Affrontare DeLillo è materia tutt'altro che semplice (tra i precedenti adattamenti si ricorda “Cosmopolis” di David Cronenberg), ma Baumbach riesce nell'impresa pur smorzando purtroppo parte della profondità del romanzo.

Ironia e tragedia

Il grosso pregio di questo adattamento è quello di essere riuscito a mantenere il costante cambio di registro narrativo del testo, mescolando tragedia e satira, dramma e ironia in maniera mirabile.Alcuni momenti rischiano di risultare superficiali, soprattutto verso una parte conclusiva in cui cala in parte il coinvolgimento, ma il disegno complessivo regge alla distanza anche grazie alla capacità di Baumbach di trasmettere appieno la tensione e l'ossessione per la morte che colpisce i protagonisti.Seppur la vicenda sia profondamente legata agli anni Ottanta e all'America Reaganiana che racconta, sono numerosi gli echi che si collegano alla contemporaneità e a una società per molti versanti decisamente simile a quella descritta, seppur in chiave parossistica.
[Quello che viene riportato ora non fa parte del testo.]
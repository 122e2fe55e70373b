import type { Problem } from "../types";
import { findBridges } from "./bridges";
import { ELEMENT_SYMBOLS } from "./elementSymbols";
import { position, smilesProblem } from "./problems";
import { readBracketAtom } from "./readBracketAtom";
import type { SmilesAtom, SmilesBond, SmilesResult } from "./types";
import { implicitHydrogens } from "./valence";

export type { SmilesAtom, SmilesBond, SmilesMolecule, SmilesResult } from "./types";

// How a bond was written. DIRECTIONAL (/ or \) counts as an unwritten bond: stereo is dropped.
const BOND_UNWRITTEN = 0;
const BOND_SINGLE = 1;
const BOND_DOUBLE = 2;
const BOND_TRIPLE = 3;
const BOND_QUADRUPLE = 4;
const BOND_AROMATIC = 5;
const BOND_DIRECTIONAL = 6;

// What the reader has just seen, which decides what may come next.
const AFTER_NOTHING = 0;
const AFTER_ATOM = 1; // an atom or one of its ring-bond digits
const AFTER_OPEN = 2;
const AFTER_CLOSE = 3;
const AFTER_BOND = 4;
const AFTER_DOT = 5;

const RING_SLOTS = 100;

// Ring-bond slots, reused between calls (cleared at the start of each) because a fresh set per
// molecule is a measurable share of the time for short SMILES.
const ringAtom = new Int32Array(RING_SLOTS); // atom index + 1; 0 when the number is free
const ringKind = new Uint8Array(RING_SLOTS);
const ringOpening = new Int32Array(RING_SLOTS);

interface AtomRecord {
  symbol: string;
  aromatic: boolean;
  charge: number;
  hydrogens: number;
  isotope: number | undefined;
  bracket: boolean;
  range: { start: number; end: number };
}

interface BondRecord {
  from: number;
  to: number;
  order: 1 | 2 | 3 | 4;
  aromatic: boolean;
  direction?: "/" | "\\";
}

function failure(problem: Problem): SmilesResult {
  return { ok: false, problem };
}

function bondKindOf(code: number): number {
  switch (code) {
    case 45:
      return BOND_SINGLE; // -
    case 61:
      return BOND_DOUBLE; // =
    case 35:
      return BOND_TRIPLE; // #
    case 36:
      return BOND_QUADRUPLE; // $
    case 58:
      return BOND_AROMATIC; // :
    case 47: // /
    case 92:
      return BOND_DIRECTIONAL; // \
    default:
      return -1;
  }
}

/** Ring-bond kinds agree when equal or when either side leaves the bond unwritten. */
function ringKindsAgree(opening: number, closing: number): boolean {
  const a = opening === BOND_DIRECTIONAL ? BOND_UNWRITTEN : opening;
  const b = closing === BOND_DIRECTIONAL ? BOND_UNWRITTEN : closing;
  return a === BOND_UNWRITTEN || b === BOND_UNWRITTEN || a === b;
}

/**
 * Reads a SMILES string (the OpenSMILES constitution subset) into atoms and bonds.
 *
 * - Organic-subset atoms get implicit hydrogens from the standard valence rules; bracket atoms
 *   carry exactly the hydrogens written.
 * - A bond between two aromatic atoms that is written `:` or left unwritten is aromatic, with
 *   order 1, when it lies on a ring; an unwritten one on no ring (the bond joining the rings of
 *   biphenyl) is an ordinary single bond.
 * - `/` and `\` are read as single bonds, and stereo marks (@, @@, @TH1, ...) and atom classes
 *   are accepted and dropped.
 *
 * Runs in time linear in the length of the text and never throws: bad input gives
 * `{ ok: false, problem }` with a range at the offending characters.
 */
export function parseSmiles(text: string): SmilesResult {
  const length = text.length;
  if (length === 0) return failure(smilesProblem("empty-input", "The SMILES string is empty.", 0, 0));

  const atoms: AtomRecord[] = [];
  const bonds: BondRecord[] = [];
  const bondOrderSums: number[] = [];
  // Bonds made after an atom was created all involve that atom while its ring digits are read.
  const firstBondOfAtom: number[] = [];
  let chainAromaticBonds: number[] | undefined;
  const branchAtoms: number[] = [];
  const branchOpenings: number[] = [];
  ringAtom.fill(0);
  let openRings = 0;

  let previous = -1;
  let state = AFTER_NOTHING;
  let bondKind = BOND_UNWRITTEN;
  // "/" or "\" as written before the next atom: kept on chain bonds for double-bond geometry.
  let bondDirection: "/" | "\\" | undefined;
  let bondStart = -1;
  let bondFollowsAtom = false;

  const addBond = (from: number, to: number, kind: number, onChain: boolean, direction?: "/" | "\\"): void => {
    let order: 1 | 2 | 3 | 4 = 1;
    let aromatic = false;
    if (kind === BOND_UNWRITTEN || kind === BOND_DIRECTIONAL) {
      aromatic = atoms[from].aromatic && atoms[to].aromatic;
      if (aromatic && onChain) (chainAromaticBonds ??= []).push(bonds.length);
    } else if (kind === BOND_AROMATIC) {
      aromatic = true;
    } else {
      order = kind as 1 | 2 | 3 | 4;
    }
    bonds.push(direction ? { from, to, order, aromatic, direction } : { from, to, order, aromatic });
    bondOrderSums[from] += order;
    bondOrderSums[to] += order;
  };

  const addAtom = (atom: AtomRecord): void => {
    const index = atoms.length;
    atoms.push(atom);
    bondOrderSums.push(0);
    firstBondOfAtom.push(bonds.length);
    if (previous >= 0) addBond(previous, index, bondKind, true, bondDirection);
    previous = index;
    bondKind = BOND_UNWRITTEN;
    bondDirection = undefined;
    state = AFTER_ATOM;
  };

  const addOrganicAtom = (symbol: string, aromatic: boolean, start: number, end: number): void => {
    addAtom({ symbol, aromatic, charge: 0, hydrogens: -1, isotope: undefined, bracket: false, range: { start, end } });
  };

  let i = 0;
  while (i < length) {
    const code = text.charCodeAt(i);
    const next = i + 1 < length ? text.charCodeAt(i + 1) : 0;
    switch (code) {
      case 66: // B, Br
        if (next === 114) {
          addOrganicAtom("Br", false, i, i + 2);
          i += 2;
        } else {
          addOrganicAtom("B", false, i, i + 1);
          i++;
        }
        continue;
      case 67: // C, Cl
        if (next === 108) {
          addOrganicAtom("Cl", false, i, i + 2);
          i += 2;
        } else {
          addOrganicAtom("C", false, i, i + 1);
          i++;
        }
        continue;
      case 78:
        addOrganicAtom("N", false, i, i + 1);
        i++;
        continue;
      case 79:
        addOrganicAtom("O", false, i, i + 1);
        i++;
        continue;
      case 80:
        addOrganicAtom("P", false, i, i + 1);
        i++;
        continue;
      case 83:
        addOrganicAtom("S", false, i, i + 1);
        i++;
        continue;
      case 70:
        addOrganicAtom("F", false, i, i + 1);
        i++;
        continue;
      case 73:
        addOrganicAtom("I", false, i, i + 1);
        i++;
        continue;
      case 98:
        addOrganicAtom("B", true, i, i + 1);
        i++;
        continue;
      case 99:
        addOrganicAtom("C", true, i, i + 1);
        i++;
        continue;
      case 110:
        addOrganicAtom("N", true, i, i + 1);
        i++;
        continue;
      case 111:
        addOrganicAtom("O", true, i, i + 1);
        i++;
        continue;
      case 112:
        addOrganicAtom("P", true, i, i + 1);
        i++;
        continue;
      case 115:
        addOrganicAtom("S", true, i, i + 1);
        i++;
        continue;
      case 91: {
        // [
        const bracket = readBracketAtom(text, i);
        if ("code" in bracket) return failure(bracket);
        addAtom({
          symbol: bracket.symbol,
          aromatic: bracket.aromatic,
          charge: bracket.charge,
          hydrogens: bracket.hydrogens,
          isotope: bracket.isotope,
          bracket: true,
          range: { start: i, end: bracket.end },
        });
        i = bracket.end;
        continue;
      }
      case 40: // (
        if (state !== AFTER_ATOM && state !== AFTER_CLOSE) return failure(misplaced(text, i, "a branch must follow an atom"));
        branchAtoms.push(previous);
        branchOpenings.push(i);
        state = AFTER_OPEN;
        i++;
        continue;
      case 41: // )
        if (branchAtoms.length === 0) {
          return failure(smilesProblem("unbalanced-brackets", `The ")" at ${position(i)} closes no "(".`, i, i + 1));
        }
        if (state !== AFTER_ATOM && state !== AFTER_CLOSE) return failure(misplaced(text, i, "a branch must end with an atom"));
        previous = branchAtoms.pop()!;
        branchOpenings.pop();
        state = AFTER_CLOSE;
        i++;
        continue;
      case 46: // .
        if (state !== AFTER_ATOM && state !== AFTER_CLOSE) return failure(misplaced(text, i, "a dot must follow an atom"));
        previous = -1;
        state = AFTER_DOT;
        i++;
        continue;
      case 37: // %nn
      case 48:
      case 49:
      case 50:
      case 51:
      case 52:
      case 53:
      case 54:
      case 55:
      case 56:
      case 57: {
        const digitStart = i;
        let ringNumber: number;
        if (code === 37) {
          const third = i + 2 < length ? text.charCodeAt(i + 2) : 0;
          if (next < 48 || next > 57 || third < 48 || third > 57) {
            return failure(
              smilesProblem(
                "malformed-formula",
                `"%" at ${position(i)} must be followed by two digits, as in %10.`,
                i,
                Math.min(i + 3, length),
              ),
            );
          }
          ringNumber = (next - 48) * 10 + (third - 48);
          i += 3;
        } else {
          ringNumber = code - 48;
          i++;
        }
        if (state !== AFTER_ATOM && !(state === AFTER_BOND && bondFollowsAtom)) {
          return failure(misplaced(text, digitStart, "a ring-bond number must directly follow an atom"));
        }
        const partner = ringAtom[ringNumber] - 1;
        if (partner < 0) {
          ringAtom[ringNumber] = previous + 1;
          ringKind[ringNumber] = bondKind;
          ringOpening[ringNumber] = digitStart;
          openRings++;
        } else {
          const label = text.slice(digitStart, i);
          if (partner === previous) {
            return failure(
              smilesProblem(
                "malformed-formula",
                `Ring bond ${label} at ${position(digitStart)} would bond an atom to itself.`,
                digitStart,
                i,
              ),
            );
          }
          if (!ringKindsAgree(ringKind[ringNumber], bondKind)) {
            return failure(
              smilesProblem(
                "malformed-formula",
                `Ring bond ${label} is written with two different bond symbols (${position(ringOpening[ringNumber])} and ${position(bondStart)}).`,
                bondStart,
                i,
              ),
            );
          }
          for (let b = firstBondOfAtom[previous]; b < bonds.length; b++) {
            const bond = bonds[b];
            if (bond.from === partner || bond.to === partner) {
              return failure(
                smilesProblem(
                  "malformed-formula",
                  `Ring bond ${label} at ${position(digitStart)} repeats a bond that is already there.`,
                  digitStart,
                  i,
                ),
              );
            }
          }
          addBond(partner, previous, bondKind === BOND_UNWRITTEN ? ringKind[ringNumber] : bondKind, false);
          ringAtom[ringNumber] = 0;
          openRings--;
        }
        bondKind = BOND_UNWRITTEN;
        bondDirection = undefined;
        state = AFTER_ATOM;
        continue;
      }
      default: {
        const kind = bondKindOf(code);
        if (kind >= 0) {
          if (state !== AFTER_ATOM && state !== AFTER_CLOSE && state !== AFTER_OPEN) {
            return failure(misplaced(text, i, "a bond symbol must sit between two atoms"));
          }
          bondFollowsAtom = state === AFTER_ATOM;
          bondKind = kind;
          bondDirection = code === 47 ? "/" : code === 92 ? "\\" : undefined;
          bondStart = i;
          state = AFTER_BOND;
          i++;
          continue;
        }
        return failure(unexpectedCharacter(text, i));
      }
    }
  }

  if (branchAtoms.length > 0) {
    const opening = branchOpenings[branchOpenings.length - 1];
    return failure(smilesProblem("unbalanced-brackets", `The "(" at ${position(opening)} is never closed with ")".`, opening, opening + 1));
  }
  if (state === AFTER_BOND) {
    return failure(
      smilesProblem(
        "malformed-formula",
        `The bond "${text[bondStart]}" at ${position(bondStart)} has no atom after it.`,
        bondStart,
        bondStart + 1,
      ),
    );
  }
  if (state === AFTER_DOT) {
    return failure(smilesProblem("malformed-formula", `The "." at ${position(length - 1)} has no atom after it.`, length - 1, length));
  }
  if (openRings > 0) {
    let first = -1;
    for (let n = 0; n < RING_SLOTS; n++) {
      if (ringAtom[n] !== 0 && (first < 0 || ringOpening[n] < ringOpening[first])) first = n;
    }
    const start = ringOpening[first];
    const end = text.charCodeAt(start) === 37 ? start + 3 : start + 1;
    return failure(
      smilesProblem("malformed-formula", `Ring bond ${text.slice(start, end)} opened at ${position(start)} is never closed.`, start, end),
    );
  }

  if (chainAromaticBonds !== undefined) {
    // Aromaticity lives on rings: an unwritten bond between two aromatic atoms off every ring is single.
    const bridge = findBridges(atoms.length, bonds);
    for (const b of chainAromaticBonds) if (bridge[b] === 1) bonds[b].aromatic = false;
  }
  for (let a = 0; a < atoms.length; a++) {
    const atom = atoms[a];
    if (!atom.bracket) atom.hydrogens = implicitHydrogens(atom.symbol, atom.aromatic, bondOrderSums[a]);
  }
  return { ok: true, value: { atoms: atoms as SmilesAtom[], bonds: bonds as SmilesBond[] } };
}

function misplaced(text: string, offset: number, rule: string): Problem {
  return smilesProblem("malformed-formula", `Unexpected "${text[offset]}" at ${position(offset)}: ${rule}.`, offset, offset + 1);
}

function unexpectedCharacter(text: string, offset: number): Problem {
  const code = text.charCodeAt(offset);
  if (code >= 65 && code <= 90) {
    const pair = text.slice(offset, offset + 2);
    const symbol = ELEMENT_SYMBOLS.has(pair) ? pair : ELEMENT_SYMBOLS.has(text[offset]) ? text[offset] : undefined;
    if (symbol !== undefined) {
      return {
        code: "malformed-formula",
        message: `${symbol} at ${position(offset)} is outside the organic subset and must be written in brackets, as [${symbol}].`,
        suggestion: `[${symbol}]`,
        range: { start: offset, end: offset + symbol.length },
      };
    }
  }
  if ((code >= 65 && code <= 90) || (code >= 97 && code <= 122)) {
    return smilesProblem(
      "unknown-element",
      `"${text[offset]}" at ${position(offset)} is not an element symbol that SMILES allows here.`,
      offset,
      offset + 1,
    );
  }
  if (code === 93) {
    return smilesProblem("unbalanced-brackets", `The "]" at ${position(offset)} closes no "[".`, offset, offset + 1);
  }
  const shown = code === 32 ? "a space" : code < 32 || code === 127 ? "a control character" : `"${text[offset]}"`;
  return smilesProblem("malformed-formula", `Unexpected ${shown} at ${position(offset)} in SMILES.`, offset, offset + 1);
}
Grande prova di Adam Driver che si conferma uno degli attori più significativi della sua generazione, dopo le ottime performance in “Annette” e nel già citato “Storia di un matrimonio”, ma anche il resto del cast (tra gli altri, sono presenti Greta Gerwig e Don Cheadle) fa bene il suo dovere.

Princess

L'apertura della sezione Orizzonti è stata invece affidata a “Princess” di Roberto De Paolis, regista che aveva stupito con la sua opera prima “Cuori puri”.Protagonista è una giovane nigeriana costretta a prostituirsi ai margini di una grande città. La ragazza si muove spesso in una pineta che si estende fino al mare, un bosco incantato in cui trovare rifugio: per sopravvivere, deve ogni giorno schivare pericoli e sentimenti, fiutare l'odore dei soldi e raggirare i clienti.Aperto da titoli di testa dal sapore fiabesco, bruscamente interrotti dalle immagini della difficile realtà che vive la protagonista, “Princess” è un film che conferma lo sguardo sincero e spontaneo di De Paolis, abile nel dare vita a una pellicola cruda e delicata allo stesso tempo.Solo alcuni momenti appaiono troppo costruiti a tavolino in questo interessante racconto di formazione capace di toccare corde molto profonde, nonostante qualche calo di troppo nella parte conclusiva.Da segnalare che il regista ha dichiarato di aver costruito il film fondendo il suo punto di vista con quello delle ragazze nigeriane, vere vittime del mercato della prostituzione, che hanno scritto con lui la storia e hanno poi interpretato loro stesse.